Leading Korean gallerists participating in Art Basel Hong Kong agreed. “The quality of the show has much improved this year,” said Woo Chan-gyu, director of Hakgojae Gallery based in Seoul.

“The art fair has become refined in general with more Western galleries present,” said Lee Hyun-sook, head of Kukje Gallery, also based in the Korean capital.

The two galleries, as well as Arario, PKM, and One and J, constitute the Korean participants in the main “Galleries” sector. Among the 187 galleries in this sector are the New York-based Gagosian Gallery, the London-based White Cube, the Paris-based Galerie Perrotin and the Zurich-based Hauser & Wirth.

It remains to be seen how the changes to the fair this year will affect sales. Art Basel Hong Kong is one of the key events that will determine the direction of the 2016 global art market. Despite concerns about China’s economic slowdown, the results of the previews on Tuesday and Wednesday, during which major collectors visited, were not bad, many gallerists said.

“The first-day sales at our gallery seem to be better than those of last year,” Lee Youngjoo, the Korea representative of the New York-based Pace Gallery, said on Wednesday, pointing to a painting by Japanese artist Yoshitomo Nara which has been already sold.

Kamel Mennour, founder and director of the Paris-based gallery named after him, also said first-day sales were strong.

Among the top collectors who visited Art Basel Hong Kong during the previews was Uli Sigg, one of the biggest and most influential collectors of Chinese contemporary art.

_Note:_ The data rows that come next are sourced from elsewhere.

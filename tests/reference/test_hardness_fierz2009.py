"""Hand-hardness index and notation.

SOURCE: Fierz, C. et al. (2009). The International Classification for Seasonal Snow on the
Ground. IHP-VII Technical Documents in Hydrology No. 83, UNESCO-IHP, Paris -- hand-hardness
index table (F 1, 4F 2, 1F 3, P 4, K 5, I 6) [src]; intermediate steps written
"4F-1F" between adjacent terms. The one-third step of the "+"/"-" modifiers is our own
documented convention (the classification gives the signs no number).
"""

import math
import re

import pytest

from regionmap.errors import InputError
from regionmap.snow.hardness import hardness_label, parse_hand_hardness

# Fierz et al. (2009), hand-hardness index table [src].
FIERZ2009_INDEX = {"F": 1, "4F": 2, "1F": 3, "P": 4, "K": 5, "I": 6}


@pytest.mark.parametrize("label,index", FIERZ2009_INDEX.items())
def test_hand_hardness_index_table_fierz2009(label, index):
    assert parse_hand_hardness(label) == index  # Fierz et al. 2009 table [src]
    assert hardness_label(index) == label  # and back


@pytest.mark.parametrize(
    "text,expected",
    [
        ("F-4F", 1.5),  # Fierz et al. 2009: intermediate step between adjacent terms
        ("4F-1F", 2.5),
        ("1F-P", 3.5),
        ("P-K", 4.5),
        ("K-I", 5.5),
        ("1F-4F", 2.5),  # written in the other order: same step
        (" 4f-1f ", 2.5),  # blanks and lower case tolerated
    ],
)
def test_intermediate_step_half_way_fierz2009(text, expected):
    assert parse_hand_hardness(text) == expected


@pytest.mark.parametrize(
    "text,expected",
    [
        ("1F+", 3 + 1 / 3),  # our convention: '+' = one third of a step harder
        ("P-", 4 - 1 / 3),  # '-' = one third of a step softer
        ("F-", 1 - 1 / 3),
        ("I+", 6 + 1 / 3),
        ("4F+", 2 + 1 / 3),
    ],
)
def test_plus_minus_modifier_third_step(text, expected):
    assert math.isclose(parse_hand_hardness(text), expected, rel_tol=0, abs_tol=1e-15)


def test_modifiers_keep_order_between_steps():
    # A '+' label lies between the label and the next intermediate step (Fierz et al. 2009
    # order of the scale F < 4F < 1F < P < K < I), whatever the numeric convention.
    seq = [
        "F",
        "F+",
        "F-4F",
        "4F-",
        "4F",
        "4F+",
        "4F-1F",
        "1F-",
        "1F",
        "1F+",
        "1F-P",
        "P-",
        "P",
        "P+",
        "P-K",
        "K-",
        "K",
        "K+",
        "K-I",
        "I-",
        "I",
    ]
    values = [parse_hand_hardness(t) for t in seq]
    assert values == sorted(values)
    assert len(set(values)) == len(values)


@pytest.mark.parametrize("bad", ["", "X", "2F", "F++", "F-P", "K-F", "P -", "hard", "1F+-"])
def test_bad_hardness_notation_names_value(bad):
    with pytest.raises(InputError, match=re.escape(f"got {bad!r}")):
        parse_hand_hardness(bad, where="profile.csv layer 3")


def test_bad_hardness_notation_names_where():
    with pytest.raises(InputError, match="profile.csv layer 3"):
        parse_hand_hardness("Q", where="profile.csv layer 3")


def test_non_string_hardness_rejected():
    with pytest.raises(InputError, match="got 3 of type int"):
        parse_hand_hardness(3)


@pytest.mark.parametrize(
    "index,label",
    [
        (0.2, "F"),
        (1.4, "F"),
        (1.5, "4F"),
        (2.9, "1F"),
        (3.34, "1F"),
        (4.6, "K"),
        (5.5, "I"),
        (7.0, "I"),
    ],
)
def test_hardness_label_nearest_fierz2009(index, label):
    assert hardness_label(index) == label  # nearest term of the Fierz et al. 2009 scale


def test_hardness_label_rejects_nan():
    with pytest.raises(InputError, match="NaN"):
        hardness_label(float("nan"))
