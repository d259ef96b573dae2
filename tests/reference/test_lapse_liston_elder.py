"""Lapse rates: Liston & Elder (2006) worked case, hemispheres, least-squares fit."""

import numpy as np
import pytest

from regionmap.downscale import lapse


def test_liston_elder2006_january_worked_case():
    # [calc] from Liston & Elder (2006), J. Hydrometeor. 7(2), Table 1 / Eq. 6
    # (Kunkel 1989 coefficients): January, 0 degC, 80 % RH, +1 km -> -4.40 degC, RH 72.0 %.
    t_lapse, vp = lapse.monthly_lapse_rates_kunkel1989(1, 45.0)
    t1 = lapse.adjust_temperature_lapse(273.15, 1000.0, t_lapse)
    td0 = lapse.dew_point_from_relative_humidity(273.15, 0.8)
    td1 = lapse.adjust_temperature_lapse(td0, 1000.0, lapse.dew_point_lapse_liston_elder2006(vp))
    assert t1 - 273.15 == pytest.approx(-4.40, abs=1e-9)
    assert lapse.humidity_at_new_temperature(t1, td1) == pytest.approx(0.720, abs=5e-4)


def test_kunkel1989_southern_hemisphere_shifted_six_months():
    # Liston & Elder (2006): the Northern-Hemisphere table shifted by six months in the south.
    months = np.arange(1, 13)
    north = lapse.monthly_lapse_rates_kunkel1989(months, 45.0)
    south = lapse.monthly_lapse_rates_kunkel1989((months + 5) % 12 + 1, -45.0)
    np.testing.assert_array_equal(north[0], south[0])
    np.testing.assert_array_equal(north[1], south[1])
    assert north[0][0] == pytest.approx(4.4e-3) and north[0][6] == pytest.approx(8.1e-3)


def test_grid_lapse_fit_equals_numpy_polyfit_and_falls_back():
    # Oracle: numpy.polyfit least squares (slope of T on z), then the bounds and fallback.
    rng = np.random.default_rng(3)
    z = 800 + 1200 * rng.random(25)
    t = 270 - 0.006 * z[:, None] + 0.3 * rng.standard_normal((25, 10))
    nb = np.vstack([np.arange(25), np.roll(np.arange(25), 3)])
    lapse_k_m, fitted = lapse.grid_lapse_fit(t, z, nb, 0.0044)
    for i in range(10):
        slope = np.polyfit(z, t[:, i], 1)[0]
        assert lapse_k_m[0, i] == pytest.approx(-slope, rel=1e-9)
    assert fitted.all()
    noisy = 270 + 3 * rng.standard_normal((25, 10))  # no height dependence -> poor fit
    lapse_k_m, fitted = lapse.grid_lapse_fit(noisy, z, nb, 0.0044)
    assert np.all(lapse_k_m[~fitted] == 0.0044) and (~fitted).sum() >= 15


def test_grid_lapse_fit_of_a_cell_does_not_depend_on_the_other_points_read():
    # A chunk of cells reads only the grid points it needs: a cell's fit from those points
    # must equal, bit for bit, its fit from every point (chunking must not change results).
    rng = np.random.default_rng(5)
    z = 600 + 2400 * rng.random(400)
    t = 275 - 0.0065 * z[:, None] + 0.5 * rng.standard_normal((400, 48))
    nb = rng.integers(0, 400, (60, 9))
    full, _ = lapse.grid_lapse_fit(t, z, nb, 0.0044, min_r2=0.0)
    cells = np.arange(10, 20)
    points, local = np.unique(nb[cells], return_inverse=True)
    part, _ = lapse.grid_lapse_fit(
        t[points], z[points], local.reshape(nb[cells].shape), 0.0044, min_r2=0.0
    )
    np.testing.assert_array_equal(part, full[cells])
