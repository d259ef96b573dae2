"""Horizon angles and sky-view factor (Dozier & Frew 1990) on analytic and gridded terrain;
maximum upwind slope sign convention (Winstral et al. 2002).

Sources: Dozier, J., & Frew, J. (1990), IEEE TGRS 28(5), 963-969, doi:10.1109/36.58986,
Eq. 7b; the analytic cases are [calc] (derived from that equation):
uniform horizon e on flat ground -> cos^2 e; open slope S -> (1 + cos S)/2; floor of a
V-valley with wall slope a -> cos a. Winstral, Elder & Davis (2002), J. Hydrometeor.
3(5), 524-538, Eq. 1: positive Sx = sheltered, negative = exposed.
"""

from __future__ import annotations

import math

import numpy as np
import pytest

from regionmap.constants import EARTH_RADIUS_M
from regionmap.terrain.horizon import (
    horizon_sky_view_dozier_frew1990,
    max_upwind_slope_winstral2002,
    sky_view_dozier_frew1990,
)
from regionmap.terrain.slope import slope_aspect_horn1981

AZ72 = np.arange(72) * 5.0


def test_uniform_horizon_flat_ground_cos2e_dozier_frew1990():
    # [calc]: e = 20 deg -> cos^2(20 deg) = 0.88302
    v = sky_view_dozier_frew1990(np.full(72, 20.0), AZ72, 0.0, np.nan)
    assert v == pytest.approx(0.88302, abs=1e-3)
    assert v == pytest.approx(math.cos(math.radians(20.0)) ** 2, abs=1e-3)


@pytest.mark.parametrize("slope", [10.0, 30.0, 45.0])
def test_open_slope_half_one_plus_cos_dozier_frew1990(slope):
    # [calc] open slope S -> (1 + cos S)/2 (30 deg -> 0.93301); the only horizon is the
    # plane itself, rising atan(tan S cos(phi - A_up)) toward the upslope direction.
    aspect = 200.0
    up = math.radians(aspect + 180.0)
    e = np.degrees(
        np.arctan(np.maximum(0.0, math.tan(math.radians(slope)) * np.cos(np.radians(AZ72) - up)))
    )
    v = sky_view_dozier_frew1990(e, AZ72, slope, aspect)
    assert v == pytest.approx((1 + math.cos(math.radians(slope))) / 2, abs=1e-3)


def test_v_valley_floor_cos_alpha_dozier_frew1990():
    # [calc] floor of a straight V-valley (walls of slope alpha east and west) -> cos alpha
    alpha = 30.0
    e = np.degrees(np.arctan(math.tan(math.radians(alpha)) * np.abs(np.sin(np.radians(AZ72)))))
    v = sky_view_dozier_frew1990(e, AZ72, 0.0, np.nan)
    assert v == pytest.approx(math.cos(math.radians(alpha)), abs=1e-3)


def _grid_terrain(z, d, distance, az=AZ72, curvature=False):
    s, a = slope_aspect_horn1981(z, d, d)
    h, v = horizon_sky_view_dozier_frew1990(z, d, d, s, a, az, distance, earth_curvature=curvature)
    return s, a, h, v


def test_gridded_open_plane_sky_view_dozier_frew1990():
    # [calc] (1 + cos S)/2 on a gridded plane of slope 30 deg facing 200 deg, 1e-2 allowed
    ny = nx = 120
    d = 10.0
    y, x = np.mgrid[0:ny, 0:nx] * d
    east, north = x, -y
    slope, aspect = 30.0, 200.0
    gx = -math.tan(math.radians(slope)) * math.sin(math.radians(aspect))  # dz/d(east)
    gy = -math.tan(math.radians(slope)) * math.cos(math.radians(aspect))  # dz/d(north)
    z = 1000.0 + gx * east + gy * north
    s, a, h, v = _grid_terrain(z, d, 500.0)
    inner = (slice(5, -5), slice(5, -5))
    assert np.allclose(s[inner], slope, atol=1e-9)
    assert np.abs(v[inner] - (1 + math.cos(math.radians(slope))) / 2).max() < 1e-2
    # horizon of the plane: atan(tan S cos(phi - upslope azimuth)) where positive [calc]
    up = math.radians(aspect + 180.0)
    expect = np.degrees(
        np.arctan(np.maximum(0, math.tan(math.radians(slope)) * np.cos(np.radians(AZ72) - up)))
    )
    np.testing.assert_allclose(h[:, 60, 60], expect, atol=1e-3)


def test_gridded_v_valley_floor_sky_view_dozier_frew1990():
    # [calc] floor of a gridded N-S V-valley with 30 deg walls -> cos 30 deg, 1e-2 allowed
    n = 161
    d = 10.0
    alpha = 30.0
    x = (np.arange(n) - n // 2) * d
    z = np.repeat((math.tan(math.radians(alpha)) * np.abs(x))[None, :], n, axis=0)
    _, _, _, v = _grid_terrain(z, d, 5000.0)
    assert v[n // 2, n // 2] == pytest.approx(math.cos(math.radians(alpha)), abs=1e-2)


@pytest.mark.parametrize("azimuth", [90.0, 60.0, 120.0, 75.0])
def test_horizon_toward_synthetic_ridge_with_earth_curvature(azimuth):
    # Geometry [calc]: a straight N-S ridge of height H with 45 deg faces, its crest a
    # distance dc east of the observer on flat ground. Along azimuth phi the crest is
    # dc/sin(phi) away; the near face rises more slowly than the line of sight, so the
    # horizon is the crest: atan((H - d^2/2R)/d), d = dc/sin(phi) (Dozier & Frew 1990, the
    # d^2/2R drop of Dozier & Frew).
    d_px = 100.0
    ny, nx = 400, 400
    crest_col = 300
    height = 2000.0
    xs = (np.arange(nx) - crest_col) * d_px
    z = np.repeat(np.maximum(0.0, height - np.abs(xs))[None, :], ny, axis=0)
    obs_r, obs_c = 200, 50
    dc = (crest_col - obs_c) * d_px
    dist = dc / math.sin(math.radians(azimuth))
    s, a = slope_aspect_horn1981(z, d_px, d_px)
    for curvature, drop in ((True, dist**2 / (2 * EARTH_RADIUS_M)), (False, 0.0)):
        h, _ = horizon_sky_view_dozier_frew1990(
            z, d_px, d_px, s, a, np.array([azimuth]), 40_000.0, earth_curvature=curvature
        )
        expect = math.degrees(math.atan((height - drop) / dist))
        assert h[0, obs_r, obs_c] == pytest.approx(expect, abs=0.02)
    # beyond the search distance the ridge is not seen: flat ground, horizon 0
    h, _ = horizon_sky_view_dozier_frew1990(z, d_px, d_px, s, a, np.array([azimuth]), 10_000.0)
    assert h[0, obs_r, obs_c] == 0.0


def test_horizon_matches_brute_force_on_grid_directions():
    # Dozier & Frew (1990) definition evaluated directly, pixel by pixel, along the eight
    # grid directions (no interpolation needed there) on a random surface.
    rng = np.random.default_rng(7)
    z = rng.normal(size=(30, 36)).cumsum(0).cumsum(1)
    d, dist = 10.0, 120.0
    az = np.arange(8) * 45.0
    s, a = slope_aspect_horn1981(z, d, d)
    h, _ = horizon_sky_view_dozier_frew1990(z, d, d, s, a, az, dist, earth_curvature=False)
    steps = [(-1, 0), (-1, 1), (0, 1), (1, 1), (1, 0), (1, -1), (0, -1), (-1, -1)]
    ny, nx = z.shape
    for k, (dr, dc) in enumerate(steps):
        ref = np.zeros_like(z)
        step = d * math.hypot(dr, dc)
        for r in range(ny):
            for c in range(nx):
                m = 1
                while 0 <= r + m * dr < ny and 0 <= c + m * dc < nx and m * step <= dist + 1e-9:
                    ang = math.degrees(
                        math.atan((z[r + m * dr, c + m * dc] - z[r, c]) / (m * step))
                    )
                    ref[r, c] = max(ref[r, c], ang)
                    m += 1
        np.testing.assert_allclose(h[k], ref, atol=1e-4)


def test_exposure_sign_on_synthetic_ridge_winstral2002():
    # Winstral et al. (2002): wind from the west over a N-S ridge -> the lee (east) flank is
    # sheltered (Sx > 0), the windward (west) flank exposed (Sx < 0).
    d = 30.0
    n = 101
    x = (np.arange(n) - 50) * d
    z = np.repeat(np.maximum(0.0, 600.0 - 0.6 * np.abs(x))[None, :], 60, axis=0)
    sx = max_upwind_slope_winstral2002(z, d, d, np.array([270.0, 90.0]), 300.0)
    west_flank = sx[0, 30, 40]  # 300 m west of the crest, facing the wind
    lee_flank = sx[0, 30, 55]  # 150 m east of the crest
    assert west_flank < 0 and lee_flank > 0
    # windward face of slope 0.6 seen upwind over its own face, along A + delta for the
    # sub-directions delta = -15..15 deg: mean of -atan(0.6 cos delta) [calc]
    delta = np.radians(np.arange(-15.0, 15.1, 5.0))
    assert west_flank == pytest.approx(-np.degrees(np.arctan(0.6 * np.cos(delta))).mean(), abs=0.05)
    # wind from the east swaps the roles
    assert sx[1, 30, 60] < 0 and sx[1, 30, 45] > 0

He donated about 1,500 pieces from his collection to the M+ Museum, a new Hong Kong Museum that is under construction and will be complete in 2019.

Part of the donated collection is now on view as the “M+ Sigg Collection: Four Decades of Chinese Contemporary Art” show at ArtisTree in Hong Kong until April 5.

And the celebrities who visited the Art Basel Hong Kong preview on Tuesday included Leonardo DiCaprio, who recently won the Oscar for Best Actor, and Korean actor Lee Jung-jae, who is a longtime art collector and a goodwill ambassador for Korea’s National Museum of Modern and Contemporary Art.